Hoje no Brasil há um ataque sistemático a homens e mulheres (Não é, Marielle?) cujas ideias ameaçam a nova ordem mundial neoliberal capitalista segregacionista cada vez mais violenta com o desprezo pela memória e história; pelos laços e conquistas humanitárias. É um ataque ao humano, ao homo sapiens, que nossa “civilização” vai transformando, via segregação, em homo sacer (homens matáveis).
Qualquer que tenha sido a causa imediata do incêndio do Museu nacional, esse incêndio foi criminoso. Descaso, desinteresse, negligência seja o nome que for, o que houve foi um assassinato do bem simbólico, uma matança cultural, o extermínio do Inconsciente.

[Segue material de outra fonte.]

def evaluator(cells: Mapping[str, object], **sheets: Mapping[str, object]) -> Evaluator:
    """An evaluator of a workbook whose first sheet is Main."""
    workbook = Workbook()
    workbook.active.title = "Main"
    for name in sheets:
        workbook.create_sheet(name)
    for name, content in {"Main": cells, **sheets}.items():
        for address, value in content.items():
            workbook[name][address] = value
    return Evaluator(Book.of(workbook), FUNCTIONS)


def value(run: Evaluator, address: str, sheet: str = "Main") -> Scalar:
    return run.value(sheet, *parse_address(address))


def reason(run: Evaluator, address: str, sheet: str = "Main") -> str:
    with pytest.raises(NotEvaluated) as refusal:
        value(run, address, sheet)
    return str(refusal.value)


DATA: Mapping[str, object] = {
    "A1": 1, "A2": 2, "A3": 3, "B1": 10, "B2": 20, "B3": 30, "C1": "text", "C2": True, "C3": "#N/A",
}  # fmt: skip


@pytest.mark.parametrize(
    ("formula", "expected"),
    [
        ("=-A2^2", 4.0),
        ("=A2^A3^A2", 64.0),
        ("=A1+A2*A3", 7.0),
        ("=B1%", 0.1),
        ('=A1&"-"&C1', "1-text"),
        ('=C1="TEXT"', True),
        ("=A2>=B1", False),
        ("=D9", 0.0),
        ("=D9+1", 1.0),
        ('=D9&""', ""),
        ("=C3+1", CellError("#N/A")),
        ("=1/D9", CellError("#DIV/0!")),
        ("=SUM(A1:A3,B1)", 16.0),
        ("=SUM(A1:INDEX(A1:A3,2))", 3.0),
        ("=SUM(INDEX(A1:B3,1,1):B2)", 33.0),
        ("=SUM(A:A)", 6.0),
        ("=SUM(Main!1:2)", 33.0),
        ("=SUM({1,2;3,4})", 10.0),
        ("={5}+1", 6.0),
        ("=SUMPRODUCT((A1:A3>1)*B1:B3)", 50.0),
        ("=SUMPRODUCT(A1:A3*2)", 12.0),
        ("=IF(A1=1,B1,1/0)", 10.0),
        ("=IF(A1=1,,5)", 0.0),
        ("=SUM(IF(A1=1,A1:A3,B1:B3))", 6.0),
        ("=IFERROR(C3,5)", 5.0),
        ("=ROW()", 5.0),
        ("=COLUMN()", 5.0),
        ("=_xlfn.SUM(A1:A2)", 3.0),
        ("=elf_show(A1,A1:B2,,C1)", "1.0|((1.0, 10.0), (2.0, 20.0))|OMITTED|'text'"),
        ("=_xll.ELF_SHOW(D9,A1+1,{1,2})", "None|2.0|((1.0, 2.0),)"),
        ("=ELF_SHOW(C3)", "CellError(code='#N/A', reason='')"),
        ("=SUM(ELF_DOUBLE(A1:A3))", 12.0),
        ("=ELF_ONE()+1", 8.0),
        ("=ELF_FIRST(D9)", 0.0),
        ("=ELF_FIRST(A1)&TRUE", "1TRUE"),
    ],
)
def test_formula_has_the_value(formula: str, expected: Scalar) -> None:
    result = value(evaluator({**DATA, "E5": formula}), "E5")
    assert result == expected
    assert type(result) is type(expected)
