class TestCalc:
    def test_a_clean_workbook(self, tmp_path: Path) -> None:
        book = workbook(tmp_path / "a.xlsx", A1=2, A2="=A1*3", A3='="kip "&A2')
        with unchanged(tmp_path, but=("a-computed.xlsx",)):
            outcome = run("calc", book)
        stored = load_workbook(tmp_path / "a-computed.xlsx", data_only=True).active
        assert (outcome.code, outcome.err) == (0, "")
        assert outcome.out.startswith(
            "2 of 2 formula cells computed, 0 with an error value, 0 not evaluated\n"
        )
        assert (stored["A2"].value, stored["A3"].value) == (6, "kip 6")

    def test_an_error_value_is_a_finding(self, tmp_path: Path) -> None:
        outcome = run("calc", workbook(tmp_path / "a.xlsx", A1="=ELF_EXPONENT(0)", A2="=1+1"))
        assert outcome.code == 1
        assert "2 of 2 formula cells computed, 1 with an error value" in outcome.out
        assert "Sheet!A1  #NUM!  ELF_EXPONENT: T = 0: must be above 0" in outcome.out
        assert load_workbook(tmp_path / "a-computed.xlsx", data_only=True).active["A1"].value == "#NUM!"

    def test_what_is_not_evaluated_is_incomplete_and_stored_as_an_error(self, tmp_path: Path) -> None:
        outcome = run("calc", workbook(tmp_path / "a.xlsx", A1="=NOSUCH(1)", A2="=1/0", A3="=A1+1"))
        assert outcome.code == 2
        assert "1 of 3 formula cells computed, 1 with an error value, 2 not evaluated" in outcome.out
        assert "Sheet!A1  not evaluated, because " in outcome.out
        stored = load_workbook(tmp_path / "a-computed.xlsx", data_only=True).active
        assert [stored[a].value for a in ("A1", "A2", "A3")] == ["#N/A", "#DIV/0!", "#N/A"]

    def test_the_copy_keeps_the_ending_of_the_workbook(self, tmp_path: Path) -> None:
        path = workbook(tmp_path / "a.xlsx", A1="=1+1")
        outcome = run("calc", path, "-o", tmp_path / "out.txt")
        assert outcome.code == 3
        assert "out.txt: the copy of a workbook keeps its ending, .xlsx" in outcome.err
        assert not (tmp_path / "out.txt").exists()

    def test_a_long_list_is_cut_and_says_so(self, tmp_path: Path) -> None:
        cells = {f"A{n}": f"=NOSUCH_{n}(1)" for n in range(1, 31)}
        outcome = run("calc", workbook(tmp_path / "a.xlsx", **cells))
        assert outcome.out.count("not evaluated, because") == 20
        assert "and 10 more reasons: see --json" in outcome.out

    def test_one_reason_is_one_line_and_our_own_functions_come_first(self, tmp_path: Path) -> None:
        cells = {f"A{n}": "=1/0" for n in range(1, 6)}
        outcome = run("calc", workbook(tmp_path / "a.xlsx", **cells, B1="=ELF_EXPONENT(0)"))
        assert outcome.out.splitlines()[1:3] == [
            "  Sheet!B1  #NUM!  ELF_EXPONENT: T = 0: must be above 0",
            "  Sheet!A1, Sheet!A2, Sheet!A3 and 2 more  #DIV/0!  division by zero",
        ]

    def test_json(self, tmp_path: Path) -> None:
        cells = {"A1": "=1/0", "A2": "=NOSUCH(1)", "A3": "=2*2", "A4": "=TRUE", "A5": '="σ"'}
        outcome = run("calc", workbook(tmp_path / "a.xlsx", **cells), "--json")
        record = json.loads(outcome.out)
        assert outcome.code == 2
        assert keys(record) == {
            "output": TEXT,
            "formula_cells": "int",
            "computed": "int",
            "errors": [{"cell": TEXT, "error": TEXT, "reason": TEXT}],
            "not_evaluated": [{"cell": TEXT, "reason": TEXT}],
            "values": {
                "Sheet": {
                    "A1": {"error": TEXT, "reason": TEXT},
                    "A2": {"error": TEXT, "reason": TEXT},
                    "A3": NUMBER,
                    "A4": "bool",
                    "A5": TEXT,
                }
            },
        }
        assert (record["formula_cells"], record["computed"]) == (5, 4)
        assert record["values"]["Sheet"]["A3"] == 4.0
        assert record["values"]["Sheet"]["A5"] == "σ"
        assert Path(record["output"]) == tmp_path / "a-computed.xlsx"
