@xw.func(category="Storyledger: Ground motion")
@xw.arg("S_1", "raw", doc="Mapped MCE_R spectral acceleration at 1 s [g], at least 0.")
@xw.arg("site_class", "raw", doc="Site class; F has no row: A, B, B not measured, C, D, D default, E.")
@xw.ret("raw")
def ELF_FV(S_1: Any, site_class: Any) -> Any:
    """Site coefficient at long periods, by class and mapped acceleration. ASCE/SEI 7-16: 11.4.4, Table 11.4-2."""
    return call("ELF_FV", S_1, site_class)


@xw.func(category="Storyledger: Ground motion")
@xw.arg("S_S", "raw", doc="Mapped MCE_R spectral acceleration at short periods [g], at least 0.")
@xw.arg("S_1", "raw", doc="Mapped MCE_R spectral acceleration at 1 s [g], at least 0.")
@xw.arg("site_class", "raw", doc="Site class: A, B, B not measured, C, D, D default, E, F.")
@xw.arg("isolated", "raw", doc="Isolated or with damping systems: yes, no.")
@xw.arg("short_exception", "raw", doc="Exception of 11.4.8 used: none, exception 1: F_a of class C.")
@xw.arg(
    "long_exception",
    "raw",
    doc="Exception of 11.4.8 used: none, exception 2: C_s increased, exception 2 of Supplement 3: S_M1 up 50 %, exception 3: T at most T_S.",
)
@xw.arg("T", "raw", doc="Longest period used in design, either direction [s], above 0.")
@xw.arg("T_S", "raw", doc="Period at which the plateau of the design spectrum ends [s], above 0.")
@xw.ret("raw")
def ELF_SITE_TRIGGER(
    S_S: Any,
    S_1: Any,
    site_class: Any,
    isolated: Any,
    short_exception: Any,
    long_exception: Any,
    T: Any,
    T_S: Any,
) -> Any:
    """What still demands a site-specific analysis after the exceptions used, or none. ASCE/SEI 7-16: 11.4.8. Partly from memory: confirm."""
    return call("ELF_SITE_TRIGGER", S_S, S_1, site_class, isolated, short_exception, long_exception, T, T_S)


@xw.func(category="Storyledger: Ground motion")
@xw.arg("S_S", "raw", doc="Mapped MCE_R spectral acceleration at short periods [g], at least 0.")
@xw.arg("F_a", "raw", doc="Site coefficient at short periods [no unit], above 0.")
@xw.ret("raw")
def ELF_SMS(S_S: Any, F_a: Any) -> Any:
    """MCE_R spectral acceleration at short periods for the site class. ASCE/SEI 7-16: 11.4.4, Eq. 11.4-1."""
    return call("ELF_SMS", S_S, F_a)


@xw.func(category="Storyledger: Ground motion")
@xw.arg("S_1", "raw", doc="Mapped MCE_R spectral acceleration at 1 s [g], at least 0.")
@xw.arg("F_v", "raw", doc="Site coefficient at long periods [no unit], above 0.")
@xw.arg(
    "exception",
    "raw",
    doc="Exception of 11.4.8 used: none, exception 2: C_s increased, exception 2 of Supplement 3: S_M1 up 50 %, exception 3: T at most T_S.",
)
@xw.ret("raw")
def ELF_SM1(S_1: Any, F_v: Any, exception: Any) -> Any:
    """MCE_R spectral acceleration at 1 s for the site class. ASCE/SEI 7-16: 11.4.4, Eq. 11.4-2."""
    return call("ELF_SM1", S_1, F_v, exception)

O inconsciente é o capítulo censurado de minha história, segundo Lacan, cuja verdade pode ser resgatada nos monumentos (meu corpo), nos documentos de arquivo (lembranças de infância), na evolução semântica (vocabulário, estilo de vida) e tradições (minha história com suas lendas). Ao aplicarmos esta concepção ao país, foi perpetrado um ataque ao Inconsciente do Brasil, uma queima de arquivo. Lá onde sua verdade histórica poderia ser resgatada, não há mais traços nem vestígios. A via para as fake newsda história está aberta.
Esse incêndio foi como carta marcada que chegou a seu destino, uma tragédia tantas vezes anunciada e temida. E chega como uma bomba atômica arrasando o registro deixado – em princípio para a eternidade – do que teria sido a humanidade no Brasil. Um golpe terrível para o sujeito da história, sujeito do direito e sujeito do desejo.
Para além de todas as significações e símbolos, esse incêndio foi um advento do real, sem sentido algum que possa aplacar a dor. Trata-se do real, em sua definição lacaniana, do que é impossível de suportar, impossível de simbolizar. Advento do real que sempre retorna ao mesmo lugar. Que lugar? Os incêndios de nossas museus e monumentos (MAM do Rio, Memorial da América Latina em São Paulo, Reitoria da UFRJ, Museu Hélio Oiticica, etc) que o digam. A queima de arquivo é uma repetição.
Esse desastre lembra as cartas de amor de André Gide queimadas por Madeleine – ato que provocou um sulco no ser do autor do qual ele jamais se recuperaria. As chamas cavaram um vazio em nosso ser como brasileiros. Esse oco não há como ser preenchido. O Museu Nacional era uma carta de amor que nos deixaram tantos homens e mulheres de agora e de tantas épocas e tradições. Essa carta se queimou. Só o trabalho de luto nos dirá que destino podemos dar a esse vazio. Restou o meteorito. O que ex nihilofaremos com as cinzas e o pó? Ou mantemos nossa dignidade de criadores ou desprezamos nossa humanidade como criados da barbárie. O meteorito será nossa testemunha.
Rio de Janeiro, 3 de setembro de 2018.